Find "expect(valueOf(d)).toBe(120.5);" and "threshold of 100." in the records below. Copy the lines holding them and every line between, exactly, and no others.

^^^^^^^^^^^^^^^^

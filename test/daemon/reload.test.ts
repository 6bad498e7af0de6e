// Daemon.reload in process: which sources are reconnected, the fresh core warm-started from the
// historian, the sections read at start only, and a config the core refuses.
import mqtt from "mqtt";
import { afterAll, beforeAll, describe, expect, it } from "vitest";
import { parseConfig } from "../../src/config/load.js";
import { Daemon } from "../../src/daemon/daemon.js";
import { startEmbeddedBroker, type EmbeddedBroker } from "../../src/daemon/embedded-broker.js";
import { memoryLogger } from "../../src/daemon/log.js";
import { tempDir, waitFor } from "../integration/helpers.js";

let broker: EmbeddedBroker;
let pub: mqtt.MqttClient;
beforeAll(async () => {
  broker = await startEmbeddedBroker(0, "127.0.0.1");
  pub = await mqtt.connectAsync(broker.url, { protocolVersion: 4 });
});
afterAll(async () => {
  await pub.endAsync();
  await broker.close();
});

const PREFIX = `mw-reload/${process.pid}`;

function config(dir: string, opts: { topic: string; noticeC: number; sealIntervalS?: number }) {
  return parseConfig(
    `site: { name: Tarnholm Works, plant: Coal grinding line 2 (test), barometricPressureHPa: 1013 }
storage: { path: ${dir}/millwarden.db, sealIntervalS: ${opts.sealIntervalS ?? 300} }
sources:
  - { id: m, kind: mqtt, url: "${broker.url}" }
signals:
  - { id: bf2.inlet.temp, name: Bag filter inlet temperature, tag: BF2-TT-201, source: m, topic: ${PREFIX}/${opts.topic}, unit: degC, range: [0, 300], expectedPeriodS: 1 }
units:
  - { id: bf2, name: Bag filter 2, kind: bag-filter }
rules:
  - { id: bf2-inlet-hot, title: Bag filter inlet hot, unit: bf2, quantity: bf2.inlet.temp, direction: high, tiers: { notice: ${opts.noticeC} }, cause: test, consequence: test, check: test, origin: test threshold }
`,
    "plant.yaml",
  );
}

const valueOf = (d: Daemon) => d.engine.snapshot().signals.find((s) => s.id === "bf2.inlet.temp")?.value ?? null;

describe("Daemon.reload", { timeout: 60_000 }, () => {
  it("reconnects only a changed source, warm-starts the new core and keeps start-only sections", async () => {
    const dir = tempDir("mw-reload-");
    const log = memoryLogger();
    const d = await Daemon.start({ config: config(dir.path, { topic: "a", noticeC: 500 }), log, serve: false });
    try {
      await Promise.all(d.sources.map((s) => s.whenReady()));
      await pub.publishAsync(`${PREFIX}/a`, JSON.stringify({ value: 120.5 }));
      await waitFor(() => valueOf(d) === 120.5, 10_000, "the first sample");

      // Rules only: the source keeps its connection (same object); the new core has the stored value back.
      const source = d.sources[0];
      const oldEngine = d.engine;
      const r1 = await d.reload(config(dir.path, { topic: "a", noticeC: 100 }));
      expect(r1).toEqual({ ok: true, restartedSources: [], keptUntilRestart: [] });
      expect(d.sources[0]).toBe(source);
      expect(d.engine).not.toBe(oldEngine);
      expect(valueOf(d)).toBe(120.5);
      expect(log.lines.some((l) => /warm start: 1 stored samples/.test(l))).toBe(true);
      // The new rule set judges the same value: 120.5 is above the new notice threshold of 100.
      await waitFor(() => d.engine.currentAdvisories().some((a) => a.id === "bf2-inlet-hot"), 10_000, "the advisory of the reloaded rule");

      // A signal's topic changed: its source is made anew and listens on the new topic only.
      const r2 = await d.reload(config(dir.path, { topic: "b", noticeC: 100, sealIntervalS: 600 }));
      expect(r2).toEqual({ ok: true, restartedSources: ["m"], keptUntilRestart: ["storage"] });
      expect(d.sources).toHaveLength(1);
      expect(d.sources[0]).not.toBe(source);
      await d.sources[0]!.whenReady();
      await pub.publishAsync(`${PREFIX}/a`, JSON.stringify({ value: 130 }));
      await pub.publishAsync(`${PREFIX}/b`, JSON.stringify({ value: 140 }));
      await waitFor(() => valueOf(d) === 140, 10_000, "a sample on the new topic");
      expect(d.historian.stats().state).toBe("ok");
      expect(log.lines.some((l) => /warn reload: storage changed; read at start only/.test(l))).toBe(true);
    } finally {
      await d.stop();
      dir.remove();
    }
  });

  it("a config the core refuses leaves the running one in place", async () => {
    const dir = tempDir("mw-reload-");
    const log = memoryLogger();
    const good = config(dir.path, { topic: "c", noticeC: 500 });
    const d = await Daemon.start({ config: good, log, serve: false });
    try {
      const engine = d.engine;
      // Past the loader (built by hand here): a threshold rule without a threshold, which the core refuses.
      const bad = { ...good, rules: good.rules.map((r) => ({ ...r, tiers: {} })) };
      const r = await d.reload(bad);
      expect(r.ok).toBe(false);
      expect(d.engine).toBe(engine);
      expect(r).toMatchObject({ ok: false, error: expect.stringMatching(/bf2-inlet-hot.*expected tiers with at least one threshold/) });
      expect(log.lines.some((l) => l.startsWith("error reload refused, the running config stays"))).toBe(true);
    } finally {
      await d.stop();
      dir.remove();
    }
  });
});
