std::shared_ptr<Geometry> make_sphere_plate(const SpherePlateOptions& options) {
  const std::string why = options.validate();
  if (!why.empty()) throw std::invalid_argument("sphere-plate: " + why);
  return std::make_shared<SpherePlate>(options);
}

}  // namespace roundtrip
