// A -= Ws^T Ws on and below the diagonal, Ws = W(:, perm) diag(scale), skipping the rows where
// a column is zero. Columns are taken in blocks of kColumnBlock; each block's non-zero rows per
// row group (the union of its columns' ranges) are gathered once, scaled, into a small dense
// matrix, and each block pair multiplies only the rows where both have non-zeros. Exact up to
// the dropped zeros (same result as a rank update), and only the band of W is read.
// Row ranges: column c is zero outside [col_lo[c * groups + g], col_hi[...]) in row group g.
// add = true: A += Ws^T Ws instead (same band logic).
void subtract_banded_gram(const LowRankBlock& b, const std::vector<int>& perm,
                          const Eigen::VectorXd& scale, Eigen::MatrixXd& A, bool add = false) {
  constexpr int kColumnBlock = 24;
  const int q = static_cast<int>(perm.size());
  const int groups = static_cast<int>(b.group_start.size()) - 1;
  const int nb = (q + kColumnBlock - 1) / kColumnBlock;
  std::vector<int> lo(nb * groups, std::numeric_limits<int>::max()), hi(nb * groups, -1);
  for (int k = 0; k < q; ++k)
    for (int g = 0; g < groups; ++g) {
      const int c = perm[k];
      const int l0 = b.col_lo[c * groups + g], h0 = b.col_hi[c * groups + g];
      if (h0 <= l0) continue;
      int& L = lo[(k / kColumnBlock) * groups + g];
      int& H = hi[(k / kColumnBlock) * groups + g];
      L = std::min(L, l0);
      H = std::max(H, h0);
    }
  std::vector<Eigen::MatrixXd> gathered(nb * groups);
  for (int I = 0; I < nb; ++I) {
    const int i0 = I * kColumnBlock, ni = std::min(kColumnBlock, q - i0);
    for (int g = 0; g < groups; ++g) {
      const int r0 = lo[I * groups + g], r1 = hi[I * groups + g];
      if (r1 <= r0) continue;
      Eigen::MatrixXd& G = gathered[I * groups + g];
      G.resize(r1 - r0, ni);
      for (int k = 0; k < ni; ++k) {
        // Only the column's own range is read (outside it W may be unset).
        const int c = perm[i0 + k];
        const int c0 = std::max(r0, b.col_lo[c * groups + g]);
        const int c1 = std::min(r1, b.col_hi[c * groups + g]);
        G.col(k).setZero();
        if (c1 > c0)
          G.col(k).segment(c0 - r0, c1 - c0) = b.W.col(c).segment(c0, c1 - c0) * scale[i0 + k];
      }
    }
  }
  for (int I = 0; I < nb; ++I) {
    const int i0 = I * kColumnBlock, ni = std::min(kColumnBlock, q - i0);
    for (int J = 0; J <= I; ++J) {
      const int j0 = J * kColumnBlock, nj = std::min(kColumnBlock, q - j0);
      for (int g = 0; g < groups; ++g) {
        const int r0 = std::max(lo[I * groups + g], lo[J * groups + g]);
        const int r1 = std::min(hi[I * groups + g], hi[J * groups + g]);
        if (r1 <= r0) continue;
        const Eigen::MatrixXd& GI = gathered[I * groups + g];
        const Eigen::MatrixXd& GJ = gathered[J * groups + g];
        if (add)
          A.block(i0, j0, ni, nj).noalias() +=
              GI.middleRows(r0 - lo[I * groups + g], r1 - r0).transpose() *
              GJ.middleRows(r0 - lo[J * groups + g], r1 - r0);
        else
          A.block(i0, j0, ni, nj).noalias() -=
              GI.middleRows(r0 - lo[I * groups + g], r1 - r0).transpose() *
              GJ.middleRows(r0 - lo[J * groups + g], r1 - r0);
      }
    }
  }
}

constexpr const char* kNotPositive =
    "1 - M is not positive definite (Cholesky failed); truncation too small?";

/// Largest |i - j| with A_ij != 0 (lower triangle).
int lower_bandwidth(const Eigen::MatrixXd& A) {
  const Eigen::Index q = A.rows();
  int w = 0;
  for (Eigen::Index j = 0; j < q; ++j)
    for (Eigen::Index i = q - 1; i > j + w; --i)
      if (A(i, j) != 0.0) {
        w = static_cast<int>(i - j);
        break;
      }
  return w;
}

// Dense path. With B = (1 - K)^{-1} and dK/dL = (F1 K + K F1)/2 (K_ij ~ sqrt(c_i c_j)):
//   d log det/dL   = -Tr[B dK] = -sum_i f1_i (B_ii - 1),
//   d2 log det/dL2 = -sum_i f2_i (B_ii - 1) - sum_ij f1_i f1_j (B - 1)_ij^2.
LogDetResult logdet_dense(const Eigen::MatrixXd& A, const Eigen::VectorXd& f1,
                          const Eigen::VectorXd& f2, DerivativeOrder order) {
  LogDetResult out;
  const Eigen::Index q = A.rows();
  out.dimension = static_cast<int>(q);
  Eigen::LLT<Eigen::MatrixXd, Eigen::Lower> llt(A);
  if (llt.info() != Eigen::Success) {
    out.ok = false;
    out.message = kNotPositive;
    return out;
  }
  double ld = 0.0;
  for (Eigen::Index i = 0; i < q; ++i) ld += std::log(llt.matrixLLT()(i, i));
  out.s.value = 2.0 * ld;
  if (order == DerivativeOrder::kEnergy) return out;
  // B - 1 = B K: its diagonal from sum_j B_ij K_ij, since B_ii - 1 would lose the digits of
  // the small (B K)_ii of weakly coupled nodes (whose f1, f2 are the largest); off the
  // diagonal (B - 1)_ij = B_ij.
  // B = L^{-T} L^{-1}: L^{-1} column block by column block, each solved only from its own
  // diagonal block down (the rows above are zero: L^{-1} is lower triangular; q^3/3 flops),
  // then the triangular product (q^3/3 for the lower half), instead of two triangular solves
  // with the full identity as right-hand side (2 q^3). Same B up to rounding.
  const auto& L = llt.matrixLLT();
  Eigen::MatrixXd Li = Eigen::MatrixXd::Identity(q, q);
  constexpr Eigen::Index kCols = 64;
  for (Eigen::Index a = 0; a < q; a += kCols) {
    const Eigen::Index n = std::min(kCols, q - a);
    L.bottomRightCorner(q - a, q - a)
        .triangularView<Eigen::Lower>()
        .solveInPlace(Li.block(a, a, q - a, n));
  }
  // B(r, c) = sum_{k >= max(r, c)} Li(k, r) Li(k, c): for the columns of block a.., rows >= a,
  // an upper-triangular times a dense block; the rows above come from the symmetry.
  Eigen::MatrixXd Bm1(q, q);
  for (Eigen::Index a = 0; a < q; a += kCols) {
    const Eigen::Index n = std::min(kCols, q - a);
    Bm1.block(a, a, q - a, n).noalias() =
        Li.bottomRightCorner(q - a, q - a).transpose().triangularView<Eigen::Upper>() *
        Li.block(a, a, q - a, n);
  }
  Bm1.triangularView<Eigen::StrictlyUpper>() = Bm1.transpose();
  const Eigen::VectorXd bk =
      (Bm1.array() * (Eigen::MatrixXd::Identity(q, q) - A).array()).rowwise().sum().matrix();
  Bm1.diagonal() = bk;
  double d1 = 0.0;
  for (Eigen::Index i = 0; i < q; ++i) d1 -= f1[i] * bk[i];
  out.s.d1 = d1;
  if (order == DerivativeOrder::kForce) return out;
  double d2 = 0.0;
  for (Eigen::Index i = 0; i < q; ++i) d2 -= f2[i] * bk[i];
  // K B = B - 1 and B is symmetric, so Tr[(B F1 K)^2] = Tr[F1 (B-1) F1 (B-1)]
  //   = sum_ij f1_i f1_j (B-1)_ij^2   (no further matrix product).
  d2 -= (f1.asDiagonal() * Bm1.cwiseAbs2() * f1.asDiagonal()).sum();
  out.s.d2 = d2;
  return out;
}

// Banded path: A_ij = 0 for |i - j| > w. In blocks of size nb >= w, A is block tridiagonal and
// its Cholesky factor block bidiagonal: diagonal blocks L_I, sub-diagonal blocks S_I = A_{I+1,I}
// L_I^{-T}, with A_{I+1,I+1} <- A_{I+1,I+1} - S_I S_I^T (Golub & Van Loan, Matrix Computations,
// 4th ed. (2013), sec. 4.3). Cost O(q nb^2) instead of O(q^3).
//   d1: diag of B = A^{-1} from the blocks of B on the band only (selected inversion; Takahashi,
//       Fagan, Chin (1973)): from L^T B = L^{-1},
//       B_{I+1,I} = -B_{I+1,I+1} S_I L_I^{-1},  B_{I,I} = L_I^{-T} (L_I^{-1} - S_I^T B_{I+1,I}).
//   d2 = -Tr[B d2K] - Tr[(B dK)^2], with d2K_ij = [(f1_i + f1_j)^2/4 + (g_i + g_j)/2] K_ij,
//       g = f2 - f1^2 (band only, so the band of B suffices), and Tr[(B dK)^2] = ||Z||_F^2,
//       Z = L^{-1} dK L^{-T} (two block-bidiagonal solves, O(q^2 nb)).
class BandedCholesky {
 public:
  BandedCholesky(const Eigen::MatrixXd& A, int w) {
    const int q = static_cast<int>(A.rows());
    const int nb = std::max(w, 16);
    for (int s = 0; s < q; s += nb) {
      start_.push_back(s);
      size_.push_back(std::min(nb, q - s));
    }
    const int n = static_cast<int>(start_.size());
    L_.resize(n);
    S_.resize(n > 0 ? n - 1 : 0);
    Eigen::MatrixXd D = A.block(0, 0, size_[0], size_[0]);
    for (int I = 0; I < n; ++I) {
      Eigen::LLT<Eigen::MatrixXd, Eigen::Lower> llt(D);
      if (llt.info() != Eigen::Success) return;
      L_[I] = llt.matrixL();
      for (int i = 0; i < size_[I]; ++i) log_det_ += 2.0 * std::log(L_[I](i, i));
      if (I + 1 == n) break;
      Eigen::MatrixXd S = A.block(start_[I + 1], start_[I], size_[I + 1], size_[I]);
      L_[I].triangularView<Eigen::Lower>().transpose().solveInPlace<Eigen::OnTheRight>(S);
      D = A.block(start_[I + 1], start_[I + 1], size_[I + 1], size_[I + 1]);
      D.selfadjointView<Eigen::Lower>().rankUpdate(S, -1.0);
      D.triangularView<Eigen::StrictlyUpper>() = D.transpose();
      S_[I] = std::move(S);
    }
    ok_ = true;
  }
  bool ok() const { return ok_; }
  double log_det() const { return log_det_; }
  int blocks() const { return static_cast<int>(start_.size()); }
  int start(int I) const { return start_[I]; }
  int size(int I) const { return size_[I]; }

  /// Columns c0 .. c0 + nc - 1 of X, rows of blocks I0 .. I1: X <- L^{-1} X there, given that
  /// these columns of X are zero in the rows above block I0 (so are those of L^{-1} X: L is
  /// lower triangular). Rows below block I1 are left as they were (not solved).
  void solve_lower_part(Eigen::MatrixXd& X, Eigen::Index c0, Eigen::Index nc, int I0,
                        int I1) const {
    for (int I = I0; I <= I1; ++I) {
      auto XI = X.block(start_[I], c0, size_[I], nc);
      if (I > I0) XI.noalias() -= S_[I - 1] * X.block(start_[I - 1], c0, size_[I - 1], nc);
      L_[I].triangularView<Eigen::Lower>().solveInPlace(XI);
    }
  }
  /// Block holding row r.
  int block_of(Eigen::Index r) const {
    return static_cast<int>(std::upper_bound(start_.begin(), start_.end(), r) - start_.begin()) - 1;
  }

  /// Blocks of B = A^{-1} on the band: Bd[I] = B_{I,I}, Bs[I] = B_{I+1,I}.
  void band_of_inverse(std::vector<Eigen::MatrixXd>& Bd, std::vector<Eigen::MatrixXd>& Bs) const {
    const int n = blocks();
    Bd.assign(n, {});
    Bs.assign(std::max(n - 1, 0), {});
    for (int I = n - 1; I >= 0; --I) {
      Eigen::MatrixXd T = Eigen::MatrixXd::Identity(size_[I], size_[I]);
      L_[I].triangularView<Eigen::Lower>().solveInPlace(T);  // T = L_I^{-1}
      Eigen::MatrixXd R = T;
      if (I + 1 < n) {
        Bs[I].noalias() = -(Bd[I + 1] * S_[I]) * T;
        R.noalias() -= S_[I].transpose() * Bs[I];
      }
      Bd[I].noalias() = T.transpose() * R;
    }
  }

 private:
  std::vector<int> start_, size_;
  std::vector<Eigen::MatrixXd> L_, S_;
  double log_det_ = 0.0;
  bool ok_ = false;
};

^^^^^^^^^^^^^^^^

- **PROBLEM SOLUTION**:
      expect(valueOf(d)).toBe(120.5);
      expect(log.lines.some((l) => /warm start: 1 stored samples/.test(l))).toBe(true);
      // The new rule set judges the same value: 120.5 is above the new notice threshold of 100.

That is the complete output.